• **TRY IT**
Word for word, reproduce each of the entries.

• **TASK INPUTS**
○ ○ ○ ○ ○ ○ ○

def file_kind(mode: int) -> str:
    """What a file that is not a regular file is, in words ("a folder", "a device", ...)."""
    return ("a folder" if stat.S_ISDIR(mode) else
            "a named pipe (FIFO)" if stat.S_ISFIFO(mode) else
            "a device" if stat.S_ISCHR(mode) or stat.S_ISBLK(mode) else
            "a socket" if stat.S_ISSOCK(mode) else "not a regular file")


def read_regular_file(path, limit: int, refuse) -> bytes:
    """The bytes of ``path`` if it is a regular file of at most ``limit`` bytes.

    Opened without blocking (a FIFO or device never blocks or streams forever) and
    checked with fstat on the open descriptor, so the file read is the file checked.
    ``refuse(kind, size)`` makes the exception raised otherwise: ``kind`` is
    :func:`file_kind`'s words for a file that is not regular (``size`` None), or None
    when the file is too large (``size`` its size, or None when it grew while being
    read). OSError from opening or reading passes through.
    """
    fd = os.open(path, os.O_RDONLY | getattr(os, "O_NONBLOCK", 0) | getattr(os, "O_BINARY", 0))
    try:
        st = os.fstat(fd)
        if not stat.S_ISREG(st.st_mode):
            raise refuse(file_kind(st.st_mode), None)
        if st.st_size > limit:
            raise refuse(None, st.st_size)
        chunks, total = [], 0
        while True:
            chunk = os.read(fd, 1 << 20)
            if not chunk:
                break
            total += len(chunk)
            if total > limit:  # grew while being read
                raise refuse(None, None)
            chunks.append(chunk)
        return b"".join(chunks)
    finally:
        os.close(fd)


def _read_regular_file(p: Path, label: str) -> bytes:
    """The bytes of ``p`` if it is a regular file of at most MAX_FILE_BYTES (ReadError if not)."""

    def refuse(kind, size):
        if kind == "a folder":
            return ReadError(f"{label} is a folder, not a file.")
        if kind is not None:
            return ReadError(f"{label} is {kind}, not a regular file; Ballast reads only regular files.")
        if size is not None:
            return ReadError(f"{label} is {size:,} bytes, larger than the {MAX_FILE_BYTES:,} bytes Ballast "
                             "reads; split it or save only the columns needed.")
        return ReadError(f"{label} is larger than the {MAX_FILE_BYTES:,} bytes Ballast reads; split it or "
                         "save only the columns needed.")

    return read_regular_file(p, MAX_FILE_BYTES, refuse)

○ ○ ○ ○ ○ ○ ○

• **SOLVED PROBLEM**
def file_kind(mode: int) -> str:
    """What a file that is not a regular file is, in words ("a folder", "a device", ...)."""
    return ("a folder" if stat.S_ISDIR(mode) else
            "a named pipe (FIFO)" if stat.S_ISFIFO(mode) else
            "a device" if stat.S_ISCHR(mode) or stat.S_ISBLK(mode) else
            "a socket" if stat.S_ISSOCK(mode) else "not a regular file")


def read_regular_file(path, limit: int, refuse) -> bytes:
    """The bytes of ``path`` if it is a regular file of at most ``limit`` bytes.

    Opened without blocking (a FIFO or device never blocks or streams forever) and
    checked with fstat on the open descriptor, so the file read is the file checked.
    ``refuse(kind, size)`` makes the exception raised otherwise: ``kind`` is
    :func:`file_kind`'s words for a file that is not regular (``size`` None), or None
    when the file is too large (``size`` its size, or None when it grew while being
    read). OSError from opening or reading passes through.
    """
    fd = os.open(path, os.O_RDONLY | getattr(os, "O_NONBLOCK", 0) | getattr(os, "O_BINARY", 0))
    try:
        st = os.fstat(fd)
        if not stat.S_ISREG(st.st_mode):
            raise refuse(file_kind(st.st_mode), None)
        if st.st_size > limit:
            raise refuse(None, st.st_size)
        chunks, total = [], 0
        while True:
            chunk = os.read(fd, 1 << 20)
            if not chunk:
                break
            total += len(chunk)
            if total > limit:  # grew while being read
                raise refuse(None, None)
            chunks.append(chunk)
        return b"".join(chunks)
    finally:
        os.close(fd)


def _read_regular_file(p: Path, label: str) -> bytes:
    """The bytes of ``p`` if it is a regular file of at most MAX_FILE_BYTES (ReadError if not)."""

    def refuse(kind, size):
        if kind == "a folder":
            return ReadError(f"{label} is a folder, not a file.")
        if kind is not None:
            return ReadError(f"{label} is {kind}, not a regular file; Ballast reads only regular files.")
        if size is not None:
            return ReadError(f"{label} is {size:,} bytes, larger than the {MAX_FILE_BYTES:,} bytes Ballast "
                             "reads; split it or save only the columns needed.")
        return ReadError(f"{label} is larger than the {MAX_FILE_BYTES:,} bytes Ballast reads; split it or "
                         "save only the columns needed.")

    return read_regular_file(p, MAX_FILE_BYTES, refuse)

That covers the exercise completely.